Photo: Professor Bop / CC BY 2.0 (source: Wikimedia Commons)
My Take
Jimmy Scott is the kind of artist I find genuinely moving. That high, natural contralto voice was so unusual that it left people unsure what they were hearing, and his phrasing on ballads could stop a room cold. What stays with me is the shape of his career: real success in the 1940s and 50s, then a long slide into obscurity through the 60s, before a comeback in the 1990s that finally brought the NEA Jazz Masters recognition in 2007. Vindication that late in life is bittersweet. He died in 2014 at 88, and I think his patience and refusal to disappear are as remarkable as the voice itself.
Overview
James Victor Scott (July 17, 1925 – June 12, 2014), also known as Little Jimmy Scott, was an American jazz vocalist known for his high natural contralto voice and his sensitivity on ballads and love songs. After success in the 1940s and 1950s, Scott's career faltered in the early 1960s. He slid into obscurity before a comeback in the 1990s.
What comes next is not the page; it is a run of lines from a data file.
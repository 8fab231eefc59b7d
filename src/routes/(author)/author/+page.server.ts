// Authors' home: every course → its modules → their lessons (drafts included), with moving up and down.
import { fail } from '@sveltejs/kit';
import { requireRole } from '$lib/server/guards';
import { authorOutline, moveLesson, moveModule, type Direction } from '$lib/server/authoring/outline';
import type { Actions, PageServerLoad } from './$types';

export const load: PageServerLoad = async (event) => {
	requireRole(event, 'author');
	const deleted = event.url.searchParams.get('deleted');
	return { courses: await authorOutline(), notice: deleted ? `Deleted “${deleted.slice(0, 120)}”.` : null };
};

async function readMove(request: Request): Promise<{ id: number; direction: Direction } | null> {
	const form = await request.formData();
	const id = Number(form.get('id'));
	const direction = form.get('direction');
	if (!Number.isInteger(id) || id <= 0 || (direction !== 'up' && direction !== 'down')) return null;
	return { id, direction };
}

export const actions = {
	moveModule: async (event) => {
		requireRole(event, 'author');
		const move = await readMove(event.request);
		if (!move) return fail(400, { message: 'Choose a module and a direction.' });
		if (!(await moveModule(move.id, move.direction))) return fail(400, { message: `That module cannot move further ${move.direction}.` });
		return { moved: { kind: 'module', ...move } };
	},
	moveLesson: async (event) => {
		requireRole(event, 'author');
		const move = await readMove(event.request);
		if (!move) return fail(400, { message: 'Choose a lesson and a direction.' });
		if (!(await moveLesson(move.id, move.direction))) return fail(400, { message: `That lesson cannot move further ${move.direction}.` });
		return { moved: { kind: 'lesson', ...move } };
	}
} satisfies Actions;
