import { error } from '@sveltejs/kit';
import { getCourseOutline } from '$lib/server/courses';
import { instructorBySlug } from '$lib/server/instructors';
import type { PageServerLoad } from './$types';

export const load: PageServerLoad = async ({ params }) => {
	const profile = instructorBySlug(params.slug);
	if (!profile) error(404, { message: 'There is no such instructor.' });
	// only published courses are listed; a course being written stays off the public page
	const outlines = await Promise.all(profile.courses.map((slug) => getCourseOutline(slug)));
	const courses = outlines.flatMap((o) => (o ? [{ slug: o.course.slug, title: o.course.title, summary: o.course.summary }] : []));
	return { profile, courses };
};
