import { error } from '@sveltejs/kit';
import { instructorBySlug, publishedCoursesOf } from '$lib/server/instructors';
import type { PageServerLoad } from './$types';

export const load: PageServerLoad = async ({ params }) => {
	const profile = instructorBySlug(params.slug);
	if (!profile) error(404, { message: 'There is no such instructor.' });
	return { profile, courses: await publishedCoursesOf(profile) };
};
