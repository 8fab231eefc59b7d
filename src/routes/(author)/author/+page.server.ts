// Authors' overview: every lesson, published or draft, and where its text lives.
import { requireRole } from '$lib/server/guards';
import { listLessonsForAuthors } from '$lib/server/staff-overview';
import type { PageServerLoad } from './$types';

export const load: PageServerLoad = async (event) => {
	requireRole(event, 'author');
	return { lessons: await listLessonsForAuthors() };
};
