fn draw(h: &HeatMap, buf: &mut [u8]) -> std::result::Result<(), String> {
    let root = BitMapBackend::with_buffer(buf, (WIDTH, HEIGHT)).into_drawing_area();
    root.fill(&WHITE).map_err(|e| e.to_string())?;
    let (pw, ph) = (WIDTH as i32 - LEFT - RIGHT, HEIGHT as i32 - TOP - BOTTOM);
    let (rows, cols) = h.values.dim();
    let (lo, hi) = h.span_db;
    let span = (hi - lo).max(1e-6);
    let mut err: Option<String> = None;
    let mut put = |x: i32, y: i32, c: &RGBColor| {
        if let Err(e) = root.draw_pixel((x, y), c) {
            err.get_or_insert(e.to_string());
        }
    };
    // Cells: each picture pixel shows the largest value of the cells it covers, so short
    // flashes in a long recording stay visible.
    if rows > 0 && cols > 0 {
        for px in 0..pw {
            let c0 = (px as usize * cols) / pw as usize;
            let c1 = (((px + 1) as usize * cols) / pw as usize)
                .max(c0 + 1)
                .min(cols);
            for py in 0..ph {
                // py = 0 is the top: counted from the top, rows t0..t1 (row index rows-1-t)
                let t0 = (py as usize * rows) / ph as usize;
                let t1 = (((py + 1) as usize * rows) / ph as usize)
                    .max(t0 + 1)
                    .min(rows);
                let mut v = f32::NEG_INFINITY;
                for t in t0..t1 {
                    for c in c0..c1 {
                        v = v.max(h.values[[rows - 1 - t, c]]);
                    }
                }
                put(LEFT + px, TOP + py, &colour((v - lo) / span));
            }
        }
    }
    // Frame.
    for x in LEFT - 1..=LEFT + pw {
        put(x, TOP - 1, &INK);
        put(x, TOP + ph, &INK);
    }
    for y in TOP - 1..=TOP + ph {
        put(LEFT - 1, y, &INK);
        put(LEFT + pw, y, &INK);
    }
    if let Some(e) = err {
        return Err(e);
    }
    let e = |e: plotters::drawing::DrawingAreaErrorKind<_>| e.to_string();
    let (x0, x1) = h.x;
    let (y0, y1) = h.y;
    let to_px = |x: f64| {
        let f = if x1 != x0 { (x - x0) / (x1 - x0) } else { 0.5 };
        LEFT + (f * (pw - 1) as f64).round() as i32
    };
    let to_py = |y: f64| {
        let f = if y1 != y0 { (y - y0) / (y1 - y0) } else { 0.5 };
        TOP + ph - 1 - (f * (ph - 1) as f64).round() as i32
    };
    let inside = |px: i32, py: i32| px >= LEFT && px < LEFT + pw && py >= TOP && py < TOP + ph;
    // Bands, translucent, clipped to the cells.
    for b in &h.bands {
        let (a, z) = (to_px(b.x.0.min(b.x.1)), to_px(b.x.0.max(b.x.1)));
        let (a, z) = (a.max(LEFT), z.min(LEFT + pw - 1));
        if z >= a {
            root.draw(&Rectangle::new(
                [(a, TOP), (z, TOP + ph - 1)],
                RGBAColor(255, 255, 255, 0.22).filled(),
            ))
            .map_err(e)?;
            for x in [a, z] {
                for y in (TOP..TOP + ph).step_by(6) {
                    root.draw(&PathElement::new(
                        vec![(x, y), (x, (y + 2).min(TOP + ph - 1))],
                        WHITE,
                    ))
                    .map_err(e)?;
                }
            }
        }
    }
    // Markers: hits first, the track's ring on top.
    for kind in [MarkerKind::Hit, MarkerKind::Track] {
        for m in h.markers.iter().filter(|m| m.kind == kind) {
            let (px, py) = (to_px(m.x), to_py(m.y));
            if !inside(px, py) {
                continue;
            }
            match kind {
                MarkerKind::Hit => {
                    for (dx, dy) in [(4, 4), (4, -4)] {
                        root.draw(&PathElement::new(
                            vec![(px - dx, py - dy), (px + dx, py + dy)],
                            MARK.stroke_width(2),
                        ))
                        .map_err(e)?;
                    }
                }
                MarkerKind::Track => {
                    root.draw(&Circle::new((px, py), 13, INK.stroke_width(1)))
                        .map_err(e)?;
                    root.draw(&Circle::new((px, py), 11, MARK.stroke_width(3)))
                        .map_err(e)?;
                }
            }
        }
    }
    // Legend, top left inside the cells, on a dark translucent box.
    let mut legend: Vec<(Option<MarkerKind>, &str)> = Vec::new();
    for (k, l) in &h.marker_labels {
        if h.markers.iter().any(|m| m.kind == *k) {
            legend.push((Some(*k), l));
        }
    }
    for b in &h.bands {
        legend.push((None, &b.label));
    }
    if !legend.is_empty() {
        let w = legend
            .iter()
            .map(|(_, l)| font::text_width(l, LEGEND_PX))
            .fold(0.0f32, f32::max) as i32
            + 40;
        let lh = 20;
        root.draw(&Rectangle::new(
            [
                (LEFT + 6, TOP + 6),
                (LEFT + 6 + w, TOP + 10 + lh * legend.len() as i32),
            ],
            RGBAColor(0, 0, 0, 0.55).filled(),
        ))
        .map_err(e)?;
        for (i, (k, l)) in legend.iter().enumerate() {
            let cy = TOP + 8 + lh * i as i32 + lh / 2;
            let cx = LEFT + 20;
            match k {
                Some(MarkerKind::Track) => {
                    root.draw(&Circle::new((cx, cy), 6, MARK.stroke_width(2)))
                        .map_err(e)?;
                }
                Some(MarkerKind::Hit) => {
                    for (dx, dy) in [(4, 4), (4, -4)] {
                        root.draw(&PathElement::new(
                            vec![(cx - dx, cy - dy), (cx + dx, cy + dy)],
                            MARK.stroke_width(2),
                        ))
                        .map_err(e)?;
                    }
                }
                None => {
                    root.draw(&Rectangle::new(
                        [(cx - 6, cy - 6), (cx + 6, cy + 6)],
                        RGBAColor(255, 255, 255, 0.45).filled(),
                    ))
                    .map_err(e)?;
                }
            }
            let st = Style::new(LEGEND_PX).across(Across::Middle);
            text(&root, l, cx + 14, cy, st, WHITE);
        }
    }
    // x ticks
    let xt = ticks(x0, x1, 8);
    let xstep = if xt.len() > 1 { xt[1] - xt[0] } else { 1.0 };
    for &v in &xt {
        let x = to_px(v);
        root.draw(&PathElement::new(
            vec![(x, TOP + ph), (x, TOP + ph + 5)],
            INK,
        ))
        .map_err(e)?;
        let st = Style::new(TICK_PX).align(Align::Centre);
        text(&root, &label(v, xstep), x, TOP + ph + 8, st, INK);
    }
    let st = Style::new(LABEL_PX).align(Align::Centre);
    text(&root, &h.x_label, LEFT + pw / 2, TOP + ph + 32, st, INK);
    // y ticks
    let yt = ticks(y0, y1, 8);
    let ystep = if yt.len() > 1 { yt[1] - yt[0] } else { 1.0 };
    for &v in &yt {
        let y = to_py(v);
        root.draw(&PathElement::new(vec![(LEFT - 6, y), (LEFT - 1, y)], INK))
            .map_err(e)?;
        let st = Style::new(TICK_PX).align(Align::End).across(Across::Middle);
        text(&root, &label(v, ystep), LEFT - 9, y, st, INK);
    }
    // y label, turned to read upwards
    let st = Style::new(LABEL_PX)
        .align(Align::Centre)
        .across(Across::Middle)
        .upright();
    text(&root, &h.y_label, 24, TOP + ph / 2, st, INK);
    // title lines
    text(&root, &h.title, LEFT, 10, Style::new(TITLE_PX), INK);
    text(&root, &h.subtitle, LEFT, 40, Style::new(SUBTITLE_PX), INK);
    // colour bar, its two ends labelled with their values and round values between
    let bx = LEFT + pw + 20;
    for py in 0..ph {
        let t = 1.0 - py as f32 / (ph - 1).max(1) as f32;
        root.draw(&PathElement::new(
            vec![(bx, TOP + py), (bx + 17, TOP + py)],
            colour(t),
        ))
        .map_err(e)?;
    }
    let bar_y =
        |v: f64| TOP + ph - 1 - (((v - lo as f64) / span as f64) * (ph - 1) as f64).round() as i32;
    let st = Style::new(TICK_PX).across(Across::Middle);
    let mut marks: Vec<(f64, String)> = vec![
        (lo as f64, label(lo as f64, 1.0)),
        (hi as f64, label(hi as f64, 1.0)),
    ];
    for v in ticks(lo as f64, hi as f64, 5) {
        if (bar_y(v) - bar_y(lo as f64)).abs() > 18 && (bar_y(v) - bar_y(hi as f64)).abs() > 18 {
            marks.push((v, label(v, 1.0)));
        }
    }
    for (v, s) in &marks {
        let y = bar_y(*v);
        root.draw(&PathElement::new(vec![(bx + 18, y), (bx + 22, y)], INK))
            .map_err(e)?;
        text(&root, s, bx + 25, y, st, INK);
    }
    let st = Style::new(LABEL_PX)
        .align(Align::Centre)
        .across(Across::Middle)
        .upright();
    text(&root, &h.scale_label, bx + 80, TOP + ph / 2, st, INK);
    root.present().map_err(|e| e.to_string())?;
    Ok(())
}

#[cfg(test)]
mod tests {
    use super::*;

    #[test]
    fn ticks_are_round_and_inside() {
        assert_eq!(ticks(0.0, 10.0, 5), vec![0.0, 2.0, 4.0, 6.0, 8.0, 10.0]);
        let t = ticks(-62.4, 62.4, 8);
        assert!(t.contains(&0.0) && t.iter().all(|v| v.abs() <= 62.4));
        assert_eq!(label(-0.0, 1.0), "0");
        assert_eq!(label(0.25, 0.05), "0.25");
    }

    #[test]
    fn colours_run_dark_to_light() {
        let lum = |c: RGBColor| c.0 as u32 + c.1 as u32 + c.2 as u32;
        let mut last = 0;
        for i in 0..=20 {
            let l = lum(colour(i as f32 / 20.0));
            assert!(l >= last, "step {i}");
            last = l;
        }
        assert_eq!(lum(colour(f32::NAN)), lum(colour(0.0)));
    }

    #[test]
    fn the_colour_scale_spans_the_pictures_own_values() {
        // 0.0, 0.1, ..., 99.9 dB with a 25 dB span would be clipped: values 0..=30 dB,
        // median 15, peak 30 -> the scale runs 15..30.
        let v: Vec<f32> = (0..=300).map(|i| i as f32 / 10.0).collect();
        assert_eq!(colour_scale(v.iter().copied(), &SCALE_RULE), (15.0, 30.0));
        // A picture that reaches only 12.3 dB over a -1.6 dB floor: the old fixed 0..40
        // scale used its bottom third; this one runs from the floor to the peak.
        let mut w = vec![-1.6f32; 1000];
        w[3] = 12.3;
        assert_eq!(colour_scale(w.iter().copied(), &SCALE_RULE), (-2.0, 13.0));
        // Noise alone (2 dB of contrast) still gets the minimum span, below its peak.
        let n: Vec<f32> = (0..100).map(|i| (i % 3) as f32).collect();
        assert_eq!(colour_scale(n.iter().copied(), &SCALE_RULE), (-8.0, 2.0));
        // A 90 dB peak over a 0 dB floor: the floor moves up to keep 60 dB.
        let mut p = vec![0.0f32; 100];
        p[0] = 90.0;
        assert_eq!(colour_scale(p.iter().copied(), &SCALE_RULE), (30.0, 90.0));
        // Non-finite cells are ignored; nothing finite gives the default.
        let q = [f32::NEG_INFINITY, f32::NAN, 5.0, 7.0, 20.0];
        assert_eq!(colour_scale(q.iter().copied(), &SCALE_RULE), (7.0, 20.0));
        assert_eq!(
            colour_scale([f32::NAN].into_iter(), &SCALE_RULE),
            (0.0, 10.0)
        );
    }

    #[test]
    fn only_png_paths_are_accepted() {
        assert!(check_picture_path(Path::new("a/b.png")).is_ok());
        assert!(check_picture_path(Path::new("B.PNG")).is_ok());
        let e = check_picture_path(Path::new("x.jpg")).unwrap_err();
        assert!(
            e.contains(".jpg") && e.contains(".png") && !e.contains('\n'),
            "{e}"
        );
        assert!(check_picture_path(Path::new("noext")).is_err());
    }

    fn decode(png: Vec<u8>) -> Vec<u8> {
        assert_eq!(&png[1..4], b"PNG");
        let dec = png::Decoder::new(std::io::Cursor::new(png));
        let mut r = dec.read_info().unwrap();
        let mut img = vec![0; r.output_buffer_size()];
        r.next_frame(&mut img).unwrap();
        img
    }

    fn test_map(title: &str) -> HeatMap {
        let mut v = Array2::from_elem((40, 60), -10.0f32);
        v[[20, 30]] = 40.0;
        let mut h = HeatMap::new(
            title.into(),
            "time (s)",
            "radial velocity (m/s)",
            (0.0, 59.0),
            (0.0, 39.0),
            v,
            "dB re noise floor",
        );
        h.span_db = (0.0, 30.0);
        h
    }

    #[test]
    fn renders_a_png_with_the_hot_cell_light() {
        let img = decode(render_png(&test_map("Test")).unwrap());
        // The centre of the plot area holds the hot cell: the lightest colour.
        let (pw, ph) = (WIDTH as i32 - LEFT - RIGHT, HEIGHT as i32 - TOP - BOTTOM);
        let (cx, cy) = (LEFT + pw * 30 / 60 + 2, TOP + ph - ph * 20 / 40 - 2);
        let i = ((cy as u32 * WIDTH + cx as u32) * 3) as usize;
        let c = colour(1.0);
        assert_eq!((img[i], img[i + 1], img[i + 2]), (c.0, c.1, c.2));
        // A cold corner: the darkest.
        let j = (((TOP + 3) as u32 * WIDTH + (LEFT + 3) as u32) * 3) as usize;
        let d = colour(0.0);
        assert_eq!((img[j], img[j + 1], img[j + 2]), (d.0, d.1, d.2));
    }

    /// Dark pixels in a rectangle of the picture (text is near-black on white).
    fn ink_in(img: &[u8], x0: i32, y0: i32, x1: i32, y1: i32) -> usize {
        let mut n = 0;
        for y in y0..y1 {
            for x in x0..x1 {
                let i = ((y as u32 * WIDTH + x as u32) * 3) as usize;
                if (img[i] as u32 + img[i + 1] as u32 + img[i + 2] as u32) < 300 {
                    n += 1;
                }
            }
        }
        n
    }

    #[test]
    fn titles_and_labels_are_written() {
        let blank = decode(render_png(&test_map("")).unwrap());
        let img = decode(render_png(&test_map("Spectrogram of a long title")).unwrap());
        // The title region is white without a title and inked with one.
        assert_eq!(ink_in(&blank, LEFT, 8, LEFT + 300, 34), 0);
        assert!(ink_in(&img, LEFT, 8, LEFT + 300, 34) > 200);
        // The y label stands upright in the left margin: taller than wide.
        let (mut xs, mut ys) = ((i32::MAX, i32::MIN), (i32::MAX, i32::MIN));
        for y in TOP..HEIGHT as i32 - BOTTOM {
            for x in 0..40 {
                if ink_in(&img, x, y, x + 1, y + 1) > 0 {
                    xs = (xs.0.min(x), xs.1.max(x));
                    ys = (ys.0.min(y), ys.1.max(y));
                }
            }
        }
        assert!(ys.1 - ys.0 > 3 * (xs.1 - xs.0), "x {xs:?} y {ys:?}");
        // The colour bar's label is drawn in the right margin.
        assert!(
            ink_in(
                &img,
                WIDTH as i32 - 50,
                TOP,
                WIDTH as i32,
                HEIGHT as i32 - BOTTOM
            ) > 100
        );
    }

    #[test]
    fn markers_and_bands_are_drawn() {
        let mut h = test_map("marks");
        h.markers.push(Marker {
            x: 10.0,
            y: 10.0,
            kind: MarkerKind::Track,
        });
        h.bands.push(Band {
            x: (40.0, 50.0),
            label: "canceller notch".into(),
        });
        let img = decode(render_png(&h).unwrap());
        let (pw, ph) = (WIDTH as i32 - LEFT - RIGHT, HEIGHT as i32 - TOP - BOTTOM);
        let px = |x: f64| LEFT + (x / 59.0 * (pw - 1) as f64).round() as i32;
        let py = |y: f64| TOP + ph - 1 - (y / 39.0 * (ph - 1) as f64).round() as i32;
        // The ring passes 11 px right of the track's cell, in the marker colour.
        let i = ((py(10.0) as u32 * WIDTH + (px(10.0) + 11) as u32) * 3) as usize;
        assert_eq!((img[i], img[i + 1], img[i + 2]), (MARK.0, MARK.1, MARK.2));
        // Inside the band the cold cells are lighter than outside it.
        let at = |x: i32, y: i32| {
            let i = ((y as u32 * WIDTH + x as u32) * 3) as usize;
            img[i] as u32 + img[i + 1] as u32 + img[i + 2] as u32
        };
        assert!(at(px(45.0), py(5.0)) > at(px(55.0), py(5.0)) + 60);
    }
}
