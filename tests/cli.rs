//! Integration tests of the `rotorsift` binary as a new user meets it: help and version,
//! errors on missing and malformed inputs, usage errors, the simulator's determinism, and
//! the JSON layouts of `info`, `detect`, `classify` and `evaluate` from
//! docs/recording-format.md and docs/output-format.md (the outside contract). Every recording is generated at test
//! time by `rotorsift simulate` from a small scene written into a temporary directory.
//!
//! Sources of the expected values are named beside each check:
//! - Richards, "Fundamentals of Radar Signal Processing", 2nd ed., 2014: FMCW beat
//!   frequency f_b = 2 S R / c, hence range of bin k = k c fs / (2 S N) (Sec. 4.6 / Eq. 4.x,
//!   from memory); Doppler f_D = 2 v / lambda and unambiguous radial speed lambda / (4 T)
//!   for complex slow-time samples at 1/T (Ch. 8, from memory).
//! - Chen, "The Micro-Doppler Effect in Radar", 2011: a rotor with an even number N of
//!   blades flashes N times per revolution (Ch. 4).
//! - SigMF specification v1.x (open standard): `cf32_le` is 8 bytes per complex sample.
//! - Precision, recall, F1 = 2 P R / (P + R), support = true count: van Rijsbergen,
//!   "Information Retrieval", 1979; the same definitions as scikit-learn's
//!   `classification_report` (common practice).

mod common;

use std::path::Path;

use common::*;
use serde_json::Value;

const SUBCOMMANDS: [&str; 9] = [
    "info", "simulate", "detect", "features", "train", "classify", "evaluate", "audit", "plot",
];

// ---------------------------------------------------------------------------------------
// 1. Help and version
// ---------------------------------------------------------------------------------------

/// `--help` of the binary names every subcommand; each subcommand's `--help` exits 0 and
/// names its key options (docs/output-format.md: "Every subcommand has `--help`").
#[test]
fn help_names_subcommands_and_their_key_options() {
    let top = ok(&run(&["--help"]));
    for s in SUBCOMMANDS {
        assert!(
            top.contains(s),
            "top-level --help lacks subcommand {s}:\n{top}"
        );
    }
    let key_options: [(&str, &[&str]); 9] = [
        ("info", &["--format"]),
        ("simulate", &["--scene", "--out", "--seed"]),
        (
            "detect",
            &[
                "--format",
                "--canceller",
                "--cfar",
                "--pfa",
                "--cpi",
                "--channel",
            ],
        ),
        ("features", &["--out", "--list", "--canceller"]),
        (
            "train",
            &[
                "--model",
                "--holdout-fraction",
                "--seed",
                "--trees",
                "--unlabelled-as",
            ],
        ),
        ("classify", &["--model", "--min-confidence", "--format"]),
        ("evaluate", &["--model", "--min-confidence", "--format"]),
        ("audit", &["--model", "--out", "--low-confidence"]),
        (
            "plot",
            &[
                "--kind",
                "--track",
                "--out",
                "--velocity-span",
                "--cadence-max",
            ],
        ),
    ];
    for (sub, opts) in key_options {
        let o = run(&[sub, "--help"]);
        assert_no_panic(&o);
        let text = ok(&o);
        assert!(
            text.contains("Usage:"),
            "{sub} --help has no usage line:\n{text}"
        );
        for opt in opts {
            assert!(text.contains(opt), "{sub} --help lacks {opt}:\n{text}");
        }
    }
    // `help SUB` is the same as `SUB --help`.
    assert!(ok(&run(&["help", "detect"])).contains("--canceller"));
}

/// `--version` prints the crate version (Cargo.toml), the same one written as
/// `tool_version` into JSON output.
#[test]
fn version_prints_crate_version() {
    let text = ok(&run(&["--version"]));
    assert_eq!(
        text.trim(),
        format!("rotorsift {}", env!("CARGO_PKG_VERSION"))
    );
}

// ---------------------------------------------------------------------------------------
// 2. Wrong paths
// ---------------------------------------------------------------------------------------

/// A path that does not exist: exit 1, one error line naming it, nothing on stdout.
#[test]
fn missing_path_is_one_error_line_and_exit_1() {
    for sub in ["info", "detect", "features", "classify"] {
        let mut args = vec![sub, "/no/such"];
        if sub == "features" {
            args.extend(["--out", "/tmp/rotorsift-never-written.csv"]);
        }
        let o = run(&args);
        assert_one_error(&o, 1, &["/no/such"]);
        assert!(
            o.stdout.is_empty(),
            "{sub}: stdout not empty: {}",
            stdout(&o)
        );
    }
    assert!(!Path::new("/tmp/rotorsift-never-written.csv").exists());
}

// ---------------------------------------------------------------------------------------
// 3. Malformed recordings
// ---------------------------------------------------------------------------------------

/// A 0.8 s scene: one receding rotorcraft (the detect test's target) on the 24 GHz radar.
fn small_scene(name: &str) -> String {
    format!(
        "name = \"{name}\"\nduration_s = 0.8\nseed = 3\n\n{}{}",
        k24_radar("ci16_le"),
        rotorcraft(
            "object",
            "quad-1",
            80.0,
            "{ type = \"linear\", start = [40.0, 0.0, 0.0], velocity = [6.0, 0.0, 0.0] }"
        )
    )
}

/// Writes `dir/NAME.sigmf-meta` + `.sigmf-data` as copies of `good`, with the meta text
/// transformed by `meta` and the data bytes by `data`.
fn corrupt_copy(
    good: &Path,
    dir: &Path,
    name: &str,
    meta: impl Fn(String) -> String,
    data: impl Fn(Vec<u8>) -> Vec<u8>,
) -> std::path::PathBuf {
    let m = std::fs::read_to_string(good).unwrap();
    let d = std::fs::read(data_of(good)).unwrap();
    let out = dir.join(format!("{name}.sigmf-meta"));
    std::fs::write(&out, meta(m)).unwrap();
    std::fs::write(data_of(&out), data(d)).unwrap();
    out
}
Summary adapted from Wikipedia, licensed under CC BY-SA 4.0.
1. Profile
- Name (English)
- Jimmy Scott
- Name (Japanese)
- ジミー・スコット
- Reading
- じみー・すこっと
- Born
- July 17, 1925 – June 12, 2014
- Zodiac / Chinese zodiac
- Cancer / Ox
- Origin
- Cleveland, Ohio, United States
- Blood type
- Private
- Height
- Private
- Agency
- Private
- Occupation
- singer / jazz musician / musician
2. Background
- Elementary school
- Private
- Junior high
- Private
- High school
- Private
- University
- Private
Awards & achievements
- 2007 NEA Jazz Masters
- NEA Jazz Masters
3. Relationships
- Spouse
- Private
- Children
- Private
- Parents
- Private
- Siblings
- Private
4. Personality
Motto
Private
6. Links
Singer — see all → · Jazz musician — see all → · More people from United States →
7. About this entry
Tags
- Last updated
- 2026-06-02
Facts are limited to publicly available information up to 2024; non-public items are marked "Private / Unknown". English text is machine-assisted (facts translated by Sonnet, "My Take" written by Opus 4.8). The Japanese page is the source of record.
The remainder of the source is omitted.